Immer wieder greifen Engel auf diese Weise in Menschenleben und Geschichte ein. Sie stehen nicht so wie in vielen Gemälden flügeltragend und seltsam unbeteiligt daneben, sondern sie sind mitten im Geschehen: Sie handeln selbst und fordern auch fast immer dazu auf.
Engel fliegen nicht
Irgendwann muss sich der Gedanke entwickelt haben, dass Boten, die zwischen Himmel und Erde unterwegs sind, dafür Flügel brauchen. Damit wurde das Klischee des geflügelten Engels geboren. (Ausnahme sind die Thronengel Gottes, die Cherubim, die als Mischwesen zwischen Mensch und Löwe tatsächlich mit sechs Flügeln beschrieben werden – auch sehr anders als das normale Engelsbild – vgl. Hesekiel, Kapitel 41, Vers 18) Die meisten biblischen Engel sind jedoch zu Fuss unterwegs, immer wieder «treten sie» zu der Person, die sie gerade besuchen. Natürlich sind es keine einfachen Menschen, aber hier erscheinen sie so. Damit sind sie so etwas wie «Gottes Geheimagenten» (Ein Buch von Billy Graham trägt diesen Titel). Sie reisen inkognito, sie haben Vollmacht, sie bringen Gottes Botschaft zu seinen Leuten und dann ziehen sie sich wieder zurück.

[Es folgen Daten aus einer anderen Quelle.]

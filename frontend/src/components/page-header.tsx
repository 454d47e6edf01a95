import type { ReactNode } from "react";
import { createContext, Fragment, useContext } from "react";
import { createPortal } from "react-dom";
import { Link } from "react-router-dom";

/** Places in the app's header that the page fills; set by the frame. */
export interface HeaderSlots {
  crumbs: HTMLElement | null;
  actions: HTMLElement | null;
}
export const HeaderSlotsContext = createContext<HeaderSlots>({ crumbs: null, actions: null });

export interface Crumb {
  label: string;
  /** Left out for the page that is open. */
  to?: string;
}

interface PageHeaderProps {
  /** From the outermost to the open page; a page that stands in the header's list needs only its own. */
  crumbs: readonly Crumb[];
  /** What follows the last crumb after a middle dot: "rev 3, saved 14:02". */
  note?: ReactNode;
  /** Buttons at the header's right. */
  actions?: ReactNode;
}

/** Fills the header of the frame from inside a page, and names the tab. */
export function PageHeader({ crumbs, note, actions }: PageHeaderProps) {
  const slots = useContext(HeaderSlotsContext);
  const last = crumbs.at(-1);
  return (
    <>
      <title>{last === undefined ? "Heddle" : `${last.label} · Heddle`}</title>
      {slots.crumbs === null || crumbs.length < 2
        ? null
        : createPortal(
            <>
              <ol>
                {crumbs.map((crumb, index) => (
                  <Fragment key={`${crumb.to ?? ""} ${crumb.label}`}>
                    {index === 0 ? null : <li aria-hidden="true">/</li>}
                    <li data-open={crumb.to === undefined ? "" : undefined}>
                      {crumb.to === undefined ? (
                        <span aria-current="page">{crumb.label}</span>
                      ) : (
                        <Link to={crumb.to}>{crumb.label}</Link>
                      )}
                    </li>
                  </Fragment>
                ))}
              </ol>
              {note === undefined || note === null ? null : <span className="crumb-note">· {note}</span>}
            </>,
            slots.crumbs,
          )}
      {actions === undefined || slots.actions === null ? null : createPortal(actions, slots.actions)}
    </>
  );
}
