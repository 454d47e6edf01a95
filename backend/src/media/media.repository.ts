import { Inject, Injectable } from "@nestjs/common";
import { and, eq, sql } from "drizzle-orm";
import { DATABASE, type Database } from "../database/database.js";
import { firstRow, writtenRow } from "../database/rows.js";
import { media } from "../database/schema/index.js";

export type MediumRecord = typeof media.$inferSelect;

@Injectable()
export class MediaRepository {
  constructor(@Inject(DATABASE) private readonly db: Database) {}

  /** By the media's names. */
  list(workspaceId: string): Promise<MediumRecord[]> {
    return this.db
      .select()
      .from(media)
      .where(eq(media.workspaceId, workspaceId))
      .orderBy(sql`lower(${media.medium}->>'name')`, media.id);
  }

  async create(
    db: Database,
    values: { workspaceId: string; medium: Record<string, unknown>; source: string },
  ): Promise<MediumRecord> {
    return writtenRow(await db.insert(media).values(values).returning(), "medium");
  }

  /** @returns null for a medium that the workspace does not have */
  async update(
    workspaceId: string,
    mediumId: string,
    values: { medium: Record<string, unknown>; source: string },
  ): Promise<MediumRecord | null> {
    const rows = await this.db
      .update(media)
      .set({ ...values, updatedAt: new Date() })
      .where(and(eq(media.id, mediumId), eq(media.workspaceId, workspaceId)))
      .returning();
    return firstRow(rows) ?? null;
  }

  async remove(workspaceId: string, mediumId: string): Promise<boolean> {
    const gone = await this.db
      .delete(media)
      .where(and(eq(media.id, mediumId), eq(media.workspaceId, workspaceId)))
      .returning({ id: media.id });
    return gone.length > 0;
  }
}
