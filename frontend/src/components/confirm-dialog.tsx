import Button from "@mui/material/Button";
import Dialog from "@mui/material/Dialog";
import DialogActions from "@mui/material/DialogActions";
import DialogContent from "@mui/material/DialogContent";
import DialogTitle from "@mui/material/DialogTitle";
import type { ReactNode } from "react";
import { sentenceOf } from "../lib/api";
import { Notice } from "./notice";

interface ConfirmDialogProps {
  title: string;
  /** What will be lost, in one or two sentences. */
  children: ReactNode;
  /** Names the act: "Delete the project". */
  confirm: string;
  pending: boolean;
  /** What the server refused; null before. */
  error: unknown;
  onConfirm: () => void;
  onClose: () => void;
}

/** Asks before something that cannot be undone. */
export function ConfirmDialog({
  title,
  children,
  confirm,
  pending,
  error,
  onConfirm,
  onClose,
}: ConfirmDialogProps) {
  return (
    <Dialog open onClose={onClose} maxWidth="xs" fullWidth aria-labelledby="confirm-title">
      <DialogTitle id="confirm-title">{title}</DialogTitle>
      <DialogContent>
        {children}
        {error === null ? null : (
          <Notice tone="limit" style={{ marginTop: 12 }}>
            {sentenceOf(error)}
          </Notice>
        )}
      </DialogContent>
      <DialogActions>
        <Button autoFocus onClick={onClose}>
          Keep it
        </Button>
        <Button variant="contained" color="error" disabled={pending} onClick={onConfirm}>
          {confirm}
        </Button>
      </DialogActions>
    </Dialog>
  );
}
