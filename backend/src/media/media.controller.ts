import { Body, Controller, Delete, Get, HttpCode, Param, Post, Put } from "@nestjs/common";
import {
  ApiBadRequestResponse,
  ApiCreatedResponse,
  ApiNoContentResponse,
  ApiNotFoundResponse,
  ApiOkResponse,
} from "@nestjs/swagger";
import { z } from "zod";
import { Needs } from "../common/access.js";
import { CurrentActor, type Actor } from "../common/actor.js";
import { IdPipe } from "../common/validation.js";
import { ErrorDto } from "../contract/errors.js";
import { MediumDto, SaveMediumBody } from "../contract/media.js";
import { MediaService } from "./media.service.js";

const ID = new IdPipe("medium");

@Controller("media")
export class MediaController {
  constructor(private readonly media: MediaService) {}

  /** The workspace's library, by name. */
  @Get()
  @Needs("watch")
  @ApiOkResponse({ standardSchema: z.array(MediumDto) })
  list(@CurrentActor() actor: Actor): Promise<MediumDto[]> {
    return this.media.list(actor);
  }

  @Post()
  @Needs("scene.edit")
  @ApiCreatedResponse({ standardSchema: MediumDto })
  @ApiBadRequestResponse({ standardSchema: ErrorDto })
  create(
    @CurrentActor() actor: Actor,
    @Body({ schema: SaveMediumBody }) body: z.output<typeof SaveMediumBody>,
  ): Promise<MediumDto> {
    return this.media.create(actor, body);
  }

  @Put(":mediumId")
  @Needs("scene.edit")
  @ApiOkResponse({ standardSchema: MediumDto })
  @ApiBadRequestResponse({ standardSchema: ErrorDto })
  @ApiNotFoundResponse({ standardSchema: ErrorDto })
  update(
    @CurrentActor() actor: Actor,
    @Param("mediumId", ID) mediumId: string,
    @Body({ schema: SaveMediumBody }) body: z.output<typeof SaveMediumBody>,
  ): Promise<MediumDto> {
    return this.media.update(actor, mediumId, body);
  }

  /** Takes it out of the library; scenes that use it keep their copy. */
  @Delete(":mediumId")
  @Needs("scene.edit")
  @HttpCode(204)
  @ApiNoContentResponse()
  @ApiNotFoundResponse({ standardSchema: ErrorDto })
  remove(@CurrentActor() actor: Actor, @Param("mediumId", ID) mediumId: string): Promise<void> {
    return this.media.remove(actor, mediumId);
  }
}
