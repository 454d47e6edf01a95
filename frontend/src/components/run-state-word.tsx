import type { RunState } from "@heddle/backend/contract";
import type { ReactNode } from "react";

const ring = <circle cx={5} cy={5} r={4} fill="none" />;
const SIGNS: Record<RunState, ReactNode> = {
  queued: <circle cx={5} cy={5} r={4} fill="none" strokeDasharray="2 2.19" />,
  running: (
    <>
      {ring}
      <path d="M5 1a4 4 0 0 1 0 8z" fill="currentColor" stroke="none" />
    </>
  ),
  paused: (
    <>
      {ring}
      <path d="M3.8 3.2v3.6M6.2 3.2v3.6" />
    </>
  ),
  done: <circle cx={5} cy={5} r={4} fill="currentColor" />,
  stopped: (
    <>
      {ring}
      <path d="M3.5 3.5h3v3h-3z" fill="currentColor" stroke="none" />
    </>
  ),
  failed: <path d="M1.5 1.5l7 7M8.5 1.5l-7 7" />,
  interrupted: <path d="M1 5h2.5M6.5 5H9M4 8.5l2-7" />,
};

/** A run's state as a sign and its word; broken ones in the limit's red. */
export function RunStateWord({ state }: { state: RunState }) {
  const broken = state === "failed" || state === "interrupted";
  return (
    <span style={{ color: broken ? "var(--limit)" : undefined, whiteSpace: "nowrap" }}>
      <svg
        width={10}
        height={10}
        viewBox="0 0 10 10"
        stroke="currentColor"
        strokeWidth={1.2}
        aria-hidden="true"
        style={{ color: broken ? undefined : "var(--accent)", marginRight: 6 }}
      >
        {SIGNS[state]}
      </svg>
      {state}
    </span>
  );
}
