import SearchOutlined from "@mui/icons-material/SearchOutlined";
import InputAdornment from "@mui/material/InputAdornment";
import TextField from "@mui/material/TextField";

interface SearchFieldProps {
  /** "Search projects" */
  label: string;
  value: string;
  onChange: (value: string) => void;
}

export function SearchField({ label, value, onChange }: SearchFieldProps) {
  return (
    <TextField
      className="search"
      type="search"
      placeholder={label}
      value={value}
      onChange={(event) => onChange(event.target.value)}
      fullWidth={false}
      sx={{ width: 220 }}
      slotProps={{
        htmlInput: { "aria-label": label },
        input: {
          startAdornment: (
            <InputAdornment position="start">
              <SearchOutlined sx={{ fontSize: 16 }} />
            </InputAdornment>
          ),
        },
      }}
    />
  );
}
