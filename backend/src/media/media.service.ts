import { Inject, Injectable } from "@nestjs/common";
import type { z } from "zod";
import type { Actor } from "../common/actor.js";
import { isDuplicate } from "../common/failures.js";
import { notFound, Refusal } from "../common/refusal.js";
import type { MediumDto, SaveMediumBody } from "../contract/media.js";
import { DATABASE, type Database } from "../database/database.js";
import { judgeMedium } from "./judge.js";
import { MediaRepository, type MediumRecord } from "./media.repository.js";

type Body = z.output<typeof SaveMediumBody>;

const toDto = ({ id, medium, source, updatedAt }: MediumRecord): MediumDto => ({
  id,
  medium,
  source,
  updatedAt: updatedAt.toISOString(),
});

/** The library of media of the caller's workspace; scenes copy from it, so that a change leaves them alone. */
@Injectable()
export class MediaService {
  constructor(
    @Inject(DATABASE) private readonly db: Database,
    private readonly media: MediaRepository,
  ) {}

  async list(actor: Actor): Promise<MediumDto[]> {
    return (await this.media.list(actor.workspace.id)).map(toDto);
  }

  async create(actor: Actor, body: Body): Promise<MediumDto> {
    const medium = judgeMedium(body.medium);
    const { source } = body;
    const values = { workspaceId: actor.workspace.id, medium, source };
    return toDto(await this.oncePerId(medium.id, () => this.media.create(this.db, values)));
  }

  /** @throws Refusal "not-found" */
  async update(actor: Actor, mediumId: string, body: Body): Promise<MediumDto> {
    const medium = judgeMedium(body.medium);
    const { source } = body;
    const row = await this.oncePerId(medium.id, () =>
      this.media.update(actor.workspace.id, mediumId, { medium, source }),
    );
    if (row === null) throw notFound("medium");
    return toDto(row);
  }

  /** @throws Refusal "not-found" */
  async remove(actor: Actor, mediumId: string): Promise<void> {
    if (!(await this.media.remove(actor.workspace.id, mediumId))) throw notFound("medium");
  }

  private async oncePerId<T>(id: string, write: () => Promise<T>): Promise<T> {
    try {
      return await write();
    } catch (error) {
      if (!isDuplicate(error)) throw error;
      const sentence = `The library already has a medium with the id "${id}": choose another id.`;
      throw new Refusal("bad-request", sentence, { problems: [{ path: "id", sentence }] });
    }
  }
}
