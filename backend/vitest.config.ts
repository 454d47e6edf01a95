import { defineConfig } from "vitest/config";

export default defineConfig({
  resolve: { conditions: ["source"] },
  ssr: { resolve: { conditions: ["source"] } },
  test: {
    include: ["src/**/*.spec.ts"],
    globalSetup: ["../kernels/bin/assemble.mjs"],
    environment: "node",
    // Each file opens embedded databases of its own; two at a time fit small machines.
    pool: "forks",
    maxWorkers: 2,
    testTimeout: 60_000,
    hookTimeout: 180_000,
  },
});
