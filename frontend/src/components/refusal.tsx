import Button from "@mui/material/Button";
import { problemsOf, sentenceOf } from "../lib/api";
import { Notice } from "./notice";

/** A refused request: its sentence, and every problem with its place where the server listed them. */
export function Refusal({ error, onRetry }: { error: unknown; onRetry?: () => void }) {
  const problems = problemsOf(error);
  return (
    <Notice tone="limit">
      <div style={{ display: "flex", gap: 12, alignItems: "center", justifyContent: "space-between" }}>
        <span>{sentenceOf(error)}</span>
        {onRetry === undefined ? null : (
          <Button size="small" onClick={onRetry}>
            Try again
          </Button>
        )}
      </div>
      {problems.length === 0 ? null : (
        <ul style={{ margin: "8px 0 0", paddingLeft: 18, maxHeight: 220, overflowY: "auto" }}>
          {problems.map((problem) => (
            <li key={`${problem.path} ${problem.sentence}`}>
              {problem.path === "" ? null : (
                <>
                  <code className="figure">{problem.path}</code>{" "}
                </>
              )}
              {problem.sentence}
            </li>
          ))}
        </ul>
      )}
    </Notice>
  );
}
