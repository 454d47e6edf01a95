import type { ButtonProps } from "@mui/material/Button";
import Button from "@mui/material/Button";
import { Link } from "react-router-dom";

/** A button that goes to a page of this product. */
export function LinkButton({ to, ...rest }: { to: string } & Omit<ButtonProps, "href">) {
  return <Button component={Link} to={to} {...rest} />;
}
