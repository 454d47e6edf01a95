/** The product's mark: two warps and two wefts, each passing over one and under the other. */
export function Mark({ size = 22 }: { size?: number }) {
  return (
    <svg width={size} height={size} viewBox="0 0 24 24" fill="none" strokeWidth="2" aria-hidden="true">
      <path stroke="currentColor" d="M7 2v12.4M7 18.6V22M17 2v3.4M17 9.6V22" />
      <path stroke="var(--accent)" d="M2 7.5h2.9M9.1 7.5H22M2 16.5h12.9M19.1 16.5H22" />
    </svg>
  );
}
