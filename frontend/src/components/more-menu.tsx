import MoreHoriz from "@mui/icons-material/MoreHoriz";
import IconButton from "@mui/material/IconButton";
import Menu from "@mui/material/Menu";
import MenuItem from "@mui/material/MenuItem";
import { useState } from "react";

export interface MoreItem {
  label: string;
  onClick: () => void;
  /** Why it cannot be done here; shown under the label. */
  refused?: string | null;
}

/** The rest of what can be done with one thing, behind three dots. */
export function MoreMenu({ label, items }: { label: string; items: readonly MoreItem[] }) {
  const [anchor, setAnchor] = useState<HTMLElement | null>(null);
  return (
    <>
      <IconButton aria-label={label} aria-haspopup="menu" onClick={(event) => setAnchor(event.currentTarget)}>
        <MoreHoriz sx={{ fontSize: 18 }} />
      </IconButton>
      <Menu
        open={anchor !== null}
        anchorEl={anchor}
        onClose={() => setAnchor(null)}
        anchorOrigin={{ vertical: "bottom", horizontal: "right" }}
        transformOrigin={{ vertical: "top", horizontal: "right" }}
      >
        {items.map((item) => (
          <MenuItem
            key={item.label}
            aria-disabled={item.refused ? true : undefined}
            sx={
              item.refused
                ? { display: "block", whiteSpace: "normal", maxWidth: 280, color: "var(--soft)" }
                : undefined
            }
            onClick={() => {
              if (item.refused) return;
              setAnchor(null);
              item.onClick();
            }}
          >
            {item.label}
            {item.refused ? <div style={{ fontSize: 12 }}>{item.refused}</div> : null}
          </MenuItem>
        ))}
      </Menu>
    </>
  );
}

Wenn's darauf ankommt, sind Engel da
Bei einem Blick in die Bibel stellt man fest, dass darin nicht durchgängig von Engeln die Rede ist. Sie erscheinen eher an den Weichenstellungen der Geschichte. Deshalb ist rund um die Geburt von Jesus auch besonders viel von ihnen zu hören. Scheinbar sind sie immer in irgendeiner Form gegenwärtig, sichtbar werden sie aber, wenn es darauf ankommt. Und hier wurden sie sehr aktiv und lenkten im Auftrag Gottes die Geschichte: Einer stand plötzlich vor Maria und kündigte ihr die besondere Geburt von Jesus an, einer erschien Josef im Traum und ganz viele kamen zu den Hirten und zeigten ihnen – stellvertretend für alle Menschen, inklusive derer am Rande der Gesellschaft – den Weg zum neugeborenen Retter. Wenn es darauf ankommt, sind sie da!
Spannend ist übrigens, sich die weihnachtliche Hirtenszene (Lukas, Kapitel 2, Vers 8-14) einmal im Licht des oben Gesagten vorzustellen: Während die Hirten an ihrem Lagerfeuer sassen, lief plötzlich ein Fremder auf sie zu, bei dem sie etwas Besonderes bemerkten (die Bibel spricht von Gottes Herrlichkeit). Er verkündete ihnen Frieden und lud sie nach Bethlehem ein. Auf einmal war er jedoch nicht mehr allein: Über den Hügel kamen zahlreiche Kollegen von ihm angelaufen, standen dort zusammen und lobten Gott. Und dann gingen sie wieder. Aber sie werden wiederkommen, wenn's darauf ankommt.